Still, I wish Brooks had talked a bit more about the parts of big data that I see as potentially most problematic or downright Orwellian. Think here of the story of Target realizing (algorithmically predicting, anyway) that a teenaged girl was pregnant before even her parents knew (reported here). Privacy concerns meet up with massive corporations collecting data on our every movement and sophisticated analytical tools.

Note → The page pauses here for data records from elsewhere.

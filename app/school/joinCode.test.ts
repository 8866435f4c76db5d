import { describe, expect, it } from "vitest";
import { isRoomCode, newRoomCode } from "~/game/roomCode";
import { looksLikeRoomCode, newJoinCode, normaliseJoinCode } from "./joinCode";

describe("class join codes", () => {
  it("are four letters, a dash and four digits, never the shape of a room code", () => {
    for (let i = 0; i < 200; i++) {
      const code = newJoinCode();
      expect(code).toMatch(/^[CFGHJKMNPRTWXY]{4}-[34679]{4}$/);
      expect(isRoomCode(normaliseJoinCode(code))).toBe(false);
      expect(newRoomCode()).not.toMatch(/^[A-Z]{4}-?[0-9]{4}$/);
    }
  });

  it("are found however they are typed", () => {
    expect(normaliseJoinCode("kmnp 3479")).toBe("KMNP-3479");
    expect(normaliseJoinCode(" kmnp-3479 ")).toBe("KMNP-3479");
    expect(normaliseJoinCode("KMNP3479")).toBe("KMNP-3479");
  });

  it("leave codes of the old shape as they were stored", () => {
    expect(normaliseJoinCode("thuimp")).toBe("THUIMP");
    expect(normaliseJoinCode("THU-IMP")).toBe("THUIMP");
  });

  it("tell a room code apart", () => {
    expect(looksLikeRoomCode("kmn prt")).toBe(true);
    expect(looksLikeRoomCode("THUIMP")).toBe(false);
    expect(looksLikeRoomCode("KMNP-3479")).toBe(false);
  });
});
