static void brute_sets(const lw_network *net, const size_t *f, size_t nf,
                       const size_t *h, size_t nh, expect *E)
{
    const lw_model *m = net->model;
    uint32_t hg = net->hazard_gate[0];
    size_t n = net->nvars;
    assert_true(n <= 16);
    memset(E, 0, sizeof *E);
    for (uint32_t x = 1; x < (1u << n); x++) {
        if (!tu_eval(net, hg, x))
            continue;
        int minimal = 1;
        for (size_t b = 0; b < n && minimal; b++)
            if (((x >> b) & 1u) && tu_eval(net, hg, x & ~(1u << b)))
                minimal = 0;
        if (!minimal)
            continue;
        size_t notf = 0, untouched = 0;
        uint32_t miss = UINT32_MAX;
        for (size_t b = 0; b < n; b++) {
            if (!((x >> b) & 1u) || def_failed(m, &net->vars[b], f, nf))
                continue;
            notf++;
            if (!def_held(&net->vars[b], h, nh)) {
                untouched++;
                miss = (uint32_t)b;
            }
        }
        if (notf == 0) {
            assert_true(E->ncompleted < 256);
            E->completed[E->ncompleted++] = x;
        } else if (notf == 1 && untouched == 1) {
            assert_true(E->none_away < 256);
            E->one_missing[E->none_away] = miss;
            E->one_away[E->none_away++] = x;
        }
        size_t nheld = notf - untouched;
        for (size_t b = 0; b < n; b++) {
            const lw_var *v = &net->vars[b];
            if (!((x >> b) & 1u) || v->kind != LW_VAR_SAFEGUARD ||
                def_failed(m, v, f, nf))
                continue;
            /* stood: a held safeguard where held layers stopped a chain
             * otherwise complete but for at most one untouched event; the
             * untouched safeguard a one-away set misses */
            if (def_held(v, h, nh) && nheld >= 1 && untouched <= 1)
                E->stood[v->node] = 2;
            else if (!def_held(v, h, nh) && notf == 1 && untouched == 1)
                E->stood[v->node] = 1;
        }
    }
}

/* P(var v | obs) over the network's variables (no BDD). */
static double brute_posterior(const lw_network *net, const size_t *f,
                              size_t nf, const size_t *h, size_t nh,
                              uint32_t v)
{
    double po = 0, pj = 0;
    size_t n = net->nvars;
    for (uint32_t x = 0; x < (1u << n); x++) {
        /* an event no hazard uses has no gate: it is independent of
         * every variable, so it drops out of P(v | obs) */
        int ok = 1;
        for (size_t i = 0; i < nf && ok; i++)
            ok = net->event_gate[f[i]] == LW_NO_GATE ||
                 tu_eval(net, net->event_gate[f[i]], x);
        for (size_t j = 0; j < nh && ok; j++)
            ok = net->event_gate[h[j]] == LW_NO_GATE ||
                 !tu_eval(net, net->event_gate[h[j]], x);
        if (!ok)
            continue;
        double w = 1;
        for (size_t b = 0; b < n; b++)
            w *= ((x >> b) & 1u) ? net->vars[b].p : 1 - net->vars[b].p;
        po += w;
        if ((x >> v) & 1u)
            pj += w;
    }
    return pj / po;
}
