/* The <common-cause> element.  model-format.md keeps each member's
 * marginal p: q = beta min(p), independent part r = (p - q)/(1 - q).
 * The sheet's §4.2 rows use Q_I = (1 - beta) Q_t instead, whose member
 * marginal is Q_I + Q_CCF - Q_I Q_CCF; a model whose members state that
 * marginal (0.009991 for Q_t .01, beta .1) and whose beta gives
 * Q_CCF = 0.001 reproduces the sheet exactly. */
static void test_beta_factor_element(void **state)
{
    (void)state;
    char xml[2048];
    const char *fmt2 = HEAD
        "<hazard id=\"h\"><all><safeguard id=\"a\" p=\"%s\"/>"
        "<safeguard id=\"b\" p=\"%s\"/></all></hazard>"
        "<common-cause id=\"g\" beta=\"%s\" members=\"a b\"/>" TAIL;
    const char *fmt3 = HEAD
        "<hazard id=\"h\"><%s><safeguard id=\"a\" p=\"%s\"/>"
        "<safeguard id=\"b\" p=\"%s\"/><safeguard id=\"c\" p=\"%s\"/>"
        "</%s></hazard>"
        "<common-cause id=\"g\" beta=\"%s\" members=\"a b c\"/>" TAIL;
    /* sheet marginal: 0.009 + 0.001 - 0.009 * 0.001 = 0.009991, and
     * beta = 0.001 / 0.009991 to 17 digits */
    char beta[64];
    snprintf(beta, sizeof beta, "%.17g", 0.001 / 0.009991);
    snprintf(xml, sizeof xml, fmt2, "0.009991", "0.009991", beta);
    assert_close(model_prob(xml), 1.080919e-3, 1e-12);   /* §4.2 [D] */
    snprintf(xml, sizeof xml, fmt3, "all", "0.009991", "0.009991",
             "0.009991", "all", beta);
    assert_close(model_prob(xml), 1.000728271e-3, 1e-12); /* §4.2 [D] */
    /* 2oo3: Q_I 9.5e-4, Q_CCF 5e-5 -> member marginal 9.9995250e-4 */
    char p3[64], beta3[64];
    double marg = 9.5e-4 + 5e-5 - 9.5e-4 * 5e-5;
    snprintf(p3, sizeof p3, "%.17g", marg);
    snprintf(beta3, sizeof beta3, "%.17g", 5e-5 / marg);
    snprintf(xml, sizeof xml, fmt3, "vote k=\"2\"", p3, p3, p3, "vote",
             beta3);
    assert_close(model_prob(xml), 5.2705650e-5, 1e-8);   /* §4.2, 8 digits */

    /* the project's own convention at the sheet's nominal inputs
     * (model-format.md closed form): P = q + (1 - q) r^n with q = 0.001,
     * r = 0.009 / 0.999; not the sheet's 1.080919e-3, because here each
     * member keeps its marginal 0.01 exactly */
    snprintf(xml, sizeof xml, fmt2, "0.01", "0.01", "0.1");
    double q = 0.001, r = (0.01 - q) / (1 - q);
    assert_close(model_prob(xml), q + (1 - q) * r * r, EXACT);
    snprintf(xml, sizeof xml, fmt3, "all", "0.01", "0.01", "0.01", "all",
             "0.1");
    assert_close(model_prob(xml), q + (1 - q) * r * r * r, EXACT);
    /* beta 0: independent (methods.md §4.2, independent column 1.0e-6) */
    snprintf(xml, sizeof xml, fmt3, "all", "0.01", "0.01", "0.01", "all",
             "0");
    assert_close(model_prob(xml), 1e-6, EXACT);
    /* members with different p: q = beta * min p (model-format.md) and
     * every member keeps its marginal: hazard 'any' of one member alone */
    const char *mixed = HEAD
        "<safeguard id=\"a\" p=\"0.02\"/><safeguard id=\"b\" p=\"0.05\"/>"
        "<hazard id=\"both\"><all><ref to=\"a\"/><ref to=\"b\"/></all>"
        "</hazard>"
        "<hazard id=\"b-alone\"><ref to=\"b\"/></hazard>"
        "<common-cause id=\"g\" beta=\"0.25\" members=\"a b\"/>" TAIL;
    lw_model *m = tu_load(mixed);
    double qq = 0.25 * 0.02;
    double ra = (0.02 - qq) / (1 - qq), rb = (0.05 - qq) / (1 - qq);
    assert_close(tu_prob(m, LW_NONE, 0), qq + (1 - qq) * ra * rb, EXACT);
    assert_close(tu_prob(m, LW_NONE, 1), 0.05, EXACT);
    lw_model_free(m);
}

On the other hand, and perhaps closer to Brooks’ story, think of the major narrative around the presidential campaign and big data: the Obama campaign’s “victory lab”, and their ability to micro-target voters and donors in a way far surpassing the Republican efforts. Read side by side* with the Political Science findings on the relative unimportance of campaign spending and GOTV efforts, the story has an ironic twist. Research by Sides and other political scientists suggests that this fundraising and GOTV effort was only marginally effective, if at all. Obama won for the same reasons other candidates in the past won: in this case, an incumbent presiding over a growing economy usually wins. A slowly-growing economy predicts a small win. Voila. So, in this case, small data successfully predicts the relatively small value of big data.

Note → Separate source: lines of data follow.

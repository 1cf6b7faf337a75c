/*
 * test_learn.c - estimates from counts, and learning from a near-miss log.
 *
 * Sources of the expected values:
 *   - Clopper-Pearson 95 % limits and Jeffreys means: methods.md §6.3 [D]
 *     (30-digit bisection on the regularized incomplete beta; Clopper &
 *     Pearson 1934, Brown, Cai & DasGupta 2001).
 *   - binomial upper tails: closed form, direct summation
 *     P(X >= m) = sum_{k=m..n} C(n,k) p^k (1-p)^(n-k), computed here in
 *     long double.
 *   - THERP conditional probabilities c = N + w(1 - N), w = 0, 1/20, 1/7,
 *     1/2, 1: NUREG/CR-1278 ch. 10 and 20 (methods.md §3.2 [C]).
 *   - reached / missed / pair counts: the definitions of docs/cli.md
 *     (learn), tallied here from randomly generated rows while the CSV
 *     text is written (the counting does not go through any CSV parser).
 *   - bad rows: the physical line where the row starts, counted by hand
 *     in each small log below (common practice, no source).
 */
#include <setjmp.h>
#include <stdarg.h>
#include <stddef.h>
#include <cmocka.h>

#include <math.h>
#include <stdio.h>
#include <stdlib.h>
#include <string.h>

#include "layerwise/alloc.h"
#include "layerwise/analysis.h"
#include "layerwise/estimate.h"
#include "layerwise/learn.h"
#include "testutil.h"

/* ---- binomial tail and Clopper-Pearson --------------------------------- */

static double direct_tail(unsigned m, unsigned n, double p)
{
    /* closed form: sum_{k=m}^{n} C(n,k) p^k (1-p)^(n-k) */
    long double total = 0;
    for (unsigned k = m; k <= n; k++) {
        long double c = 1;
        for (unsigned j = 1; j <= k; j++)
            c = c * (long double)(n - k + j) / (long double)j;
        total += c * powl(p, k) * powl(1.0L - p, n - k);
    }
    return (double)total;
}

static void test_binomial_tail(void **state)
{
    (void)state;
    static const struct { unsigned m, n; double p; } cases[] = {
        {1, 1, 0.5}, {2, 4, 0.1}, {3, 3, 0.2}, {5, 20, 0.1}, {15, 50, 0.3},
        {1, 30, 0.01}, {7, 9, 0.505}, {40, 60, 0.5}, {2, 12, 0.0595},
    };
    for (size_t i = 0; i < sizeof cases / sizeof *cases; i++)
        assert_close(lw_binomial_upper_tail(cases[i].m, cases[i].n,
                                            cases[i].p),
                     direct_tail(cases[i].m, cases[i].n, cases[i].p), 1e-10);
    /* closed forms: P(X >= 0) = 1; m > n impossible; P(X >= n) = p^n */
    assert_close(lw_binomial_upper_tail(0, 10, 0.3), 1.0, 1e-15);
    assert_true(lw_binomial_upper_tail(11, 10, 0.3) == 0.0);
    assert_close(lw_binomial_upper_tail(4, 4, 0.1), 1e-4, 1e-12);
    /* closed form: 1 - (1-p)^n for m = 1 */
    assert_close(lw_binomial_upper_tail(1, 25, 0.02), 1 - pow(0.98, 25),
                 1e-12);
}

static void test_clopper_pearson(void **state)
{
    (void)state;
    /* methods.md §6.3 [D]: x / n, Jeffreys mean, CP 95 % (2-sided) */
    static const struct { double x, n, mean, lo, hi; } v[] = {
        {0, 300, 1.66113e-3, 0, 1.22210e-2},
        {3, 1000, 3.49650e-3, 6.19100e-4, 8.74202e-3},
        {9, 400, 2.36908e-2, 1.03389e-2, 4.22810e-2},
        {0, 1000, 4.99500e-4, 0, 3.68208e-3},
        {1, 100, 1.48515e-2, 2.53146e-4, 5.44594e-2},
    };
    for (size_t i = 0; i < sizeof v / sizeof *v; i++) {
        lw_estimate e;
        lw_estimate_counts(v[i].x, v[i].n, &e);
        assert_close(e.mean, v[i].mean, 1e-5);
        assert_close(e.ci_hi, v[i].hi, 1e-5);
        if (v[i].lo == 0)
            assert_true(e.ci_lo == 0.0);
        else
            assert_close(e.ci_lo, v[i].lo, 1e-5);
    }
    /* closed form: x = 0 upper limit 1 - 0.025^(1/n) (methods.md §6.2) */
    lw_estimate e;
    lw_estimate_counts(0, 300, &e);
    assert_close(e.ci_hi, 1 - pow(0.025, 1.0 / 300), 1e-9);
}

/* ---- learning ------------------------------------------------------------ */

static const char *MODEL =
    "<?xml version=\"1.0\"?>\n"
    "<!-- a comment that need not survive -->\n"
    "<safety-model format=\"1\" id=\"lrn\">\n"
    " <error id=\"e1\" p=\"0.01\"/>\n"
    " <error id=\"e2\" p=\"0.02\"/>\n"
    " <safeguard id=\"s1\" p=\"0.1\"><lognormal error-factor=\"3\"/>"
    "</safeguard>\n"
    " <safeguard id=\"s2\" p=\"0.05\"/>\n"
    " <safeguard id=\"s3\"><observed count=\"7\" of=\"390\" "
    "source=\"audit &amp; review\"/></safeguard>\n"
    " <safeguard id=\"s4\" p=\"0.2\"/>\n"
    " <safeguard id=\"s5\" p=\"0.3\"/>\n"
    " <condition id=\"night\" state=\"false\"/>\n"
    " <hazard id=\"h\"><any>\n"
    "  <all><ref to=\"e1\"/><ref to=\"s1\"/><ref to=\"s2\"/>"
    "<ref to=\"s3\"/></all>\n"
    "  <all><ref to=\"e2\"/><ref to=\"s4\"/>"
    "<safeguard id=\"s6\" p=\"0.15\"/><ref to=\"s5\"/></all>\n"
    "  <all><ref to=\"night\"/><ref to=\"e2\"/></all>\n"
    " </any></hazard>\n"
    " <common-cause id=\"g\" beta=\"0.1\" members=\"s4 s5\"/>\n"
    " <dependence id=\"dd\" first=\"s1\" second=\"s2\" level=\"low\"/>\n"
    " <variant id=\"v\"><set ref=\"s2\" p=\"0.01\"/></variant>\n"
    "</safety-model>\n";

static lw_status learn_str(const lw_model *m, const char *log,
                           lw_learn **out, lw_error *err)
{
    return lw_learn_memory(m, log, strlen(log), "log.csv", out, err);
}

static const lw_learn_layer *layer(const lw_model *m, const lw_learn *l,
                                   const char *id)
{
    for (size_t i = 0; i < l->nlayers; i++)
        if (!strcmp(m->nodes[l->layers[i].node].id, id))
            return &l->layers[i];
    return NULL;
}

static void test_combined_counts(void **state)
{
    (void)state;
    lw_model *m = tu_load(MODEL);
    /* s3: model 7 of 390, log 2 missed of 10 reached -> 9 of 400;
     * s2: caught 300 times, never missed -> 0 of 300 */
    size_t cap = 64 * 320;
    char *log = malloc(cap);
    assert_non_null(log);
    size_t o = (size_t)snprintf(log, cap, "date,error,missed,caught_by,"
                                "note\n");
    for (int i = 0; i < 2; i++)
        o += (size_t)snprintf(log + o, cap - o, "2025-01-0%d,e1,s1;s3,,\n",
                              i + 1);
    for (int i = 0; i < 8; i++)
        o += (size_t)snprintf(log + o, cap - o, "2025-02-01,e1,,s3,\n");
    for (int i = 0; i < 300; i++)
        o += (size_t)snprintf(log + o, cap - o, "2025-03-01,e1,,s2,\n");
    lw_learn *l = NULL;
    lw_error err = LW_ERROR_INIT;
    assert_int_equal(learn_str(m, log, &l, &err), LW_OK);
    free(log);
    const lw_learn_layer *s3 = layer(m, l, "s3");
    assert_non_null(s3);
    /* reached and missed are from the log alone (cli.md) */
    assert_int_equal(s3->reached, 10);
    assert_int_equal(s3->missed, 2);
    /* methods.md §6.3: 9 / 400 */
    assert_close(s3->estimate, 2.36908e-2, 1e-5);
    assert_close(s3->ci_lo, 1.03389e-2, 1e-5);
    assert_close(s3->ci_hi, 4.22810e-2, 1e-5);
    const lw_learn_layer *s2 = layer(m, l, "s2");
    assert_non_null(s2);
    assert_int_equal(s2->reached, 300);
    assert_int_equal(s2->missed, 0);
    /* methods.md §6.3: 0 / 300 */
    assert_close(s2->estimate, 1.66113e-3, 1e-5);
    assert_true(s2->ci_lo == 0.0);
    assert_close(s2->ci_hi, 1.22210e-2, 1e-5);
    /* s1 missed twice, reached twice: closed form (2 + .5) / (2 + 1) */
    assert_close(layer(m, l, "s1")->estimate, 2.5 / 3.0, 1e-12);
    assert_null(layer(m, l, "s4"));     /* not in the log */
    assert_int_equal(l->rows, 310);
    lw_learn_free(l);
    lw_error_clear(&err);
    lw_model_free(m);
}

/* THERP level closest to the rate in log-odds, written out again from
 * NUREG/CR-1278 (methods.md §3.2), clamped at 1e-6 as learn.h documents. */
static lw_level expected_level(double nominal, double rate)
{
    const double w[] = {0, 1.0 / 20, 1.0 / 7, 0.5, 1};
    double r = fmin(fmax(rate, 1e-6), 1 - 1e-6);
    int best = 0;
    double bd = INFINITY;
    for (int k = 0; k < 5; k++) {
        double c = fmin(fmax(nominal + w[k] * (1 - nominal), 1e-6), 1 - 1e-6);
        double d = fabs(log(c / (1 - c)) - log(r / (1 - r)));
        if (d < bd - 1e-12) {
            bd = d;
            best = k;
        }
    }
    return (lw_level)best;
}

/* Write 's' as a CSV field, quoted at random (always when needed). */
static size_t put_field(char *buf, size_t cap, const char *s, uint64_t *rng)
{
    int need = strpbrk(s, ",\"\r\n") != NULL;
    if (!need && tu_uniform(rng) < 0.7)
        return (size_t)snprintf(buf, cap, "%s", s);
    size_t o = 0;
    buf[o++] = '"';
    for (; *s && o + 3 < cap; s++) {
        if (*s == '"')
            buf[o++] = '"';
        buf[o++] = *s;
    }
    buf[o++] = '"';
    buf[o] = '\0';
    return o;
}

*H/T to FRG for sending it along.
**Or side by Sides?
Carlos Ferreira
/ February 5, 2013I sometimes think that “big data”, like “cyberspace”, reflects absolutely nothing. It is a vision of a future, sure, but one which is conditional. I have no doubt that data availability will contribute to reorganising society and institutions, but it will do so in ways we are yet to understand.
jlundy
/ February 5, 2013As someone eagerly following the sudden interest in “big data” I appreciate it coming up on your radar. (And ICOS’s too? Is there an event or something that should be mentioned?)
1) Totally agree on the lack of definition of its meaning. I think you’re right about it being large datasets gathered automatically. For instance, IBM’s Dave Bartlett refers to millions of devices out there collecting data autonomously that should be used to more intelligently manage buildings.
2) Even more strongly agree about the recent turn to data-driven philosophy. Corporations in particular love “data” and “metrics,” but I find that they are remarkably un-skeptical about what counts as data. As a semi-corporate researcher myself, I love the turn toward empiricism; but I also constantly struggle to make sure that data is actually academic-grade, properly grounded data.
Martin Barron
/ February 5, 2013Your definition of “Big Data” is pretty close to what Bob Groves calls “Organic data” (as opposed to “Designed Data”. you might find it interesting.
http://poq.oxfordjournals.org/content/75/5/861.abstract
Dan Hirschman
/ February 5, 2013Thanks! I really like the term “organic data.”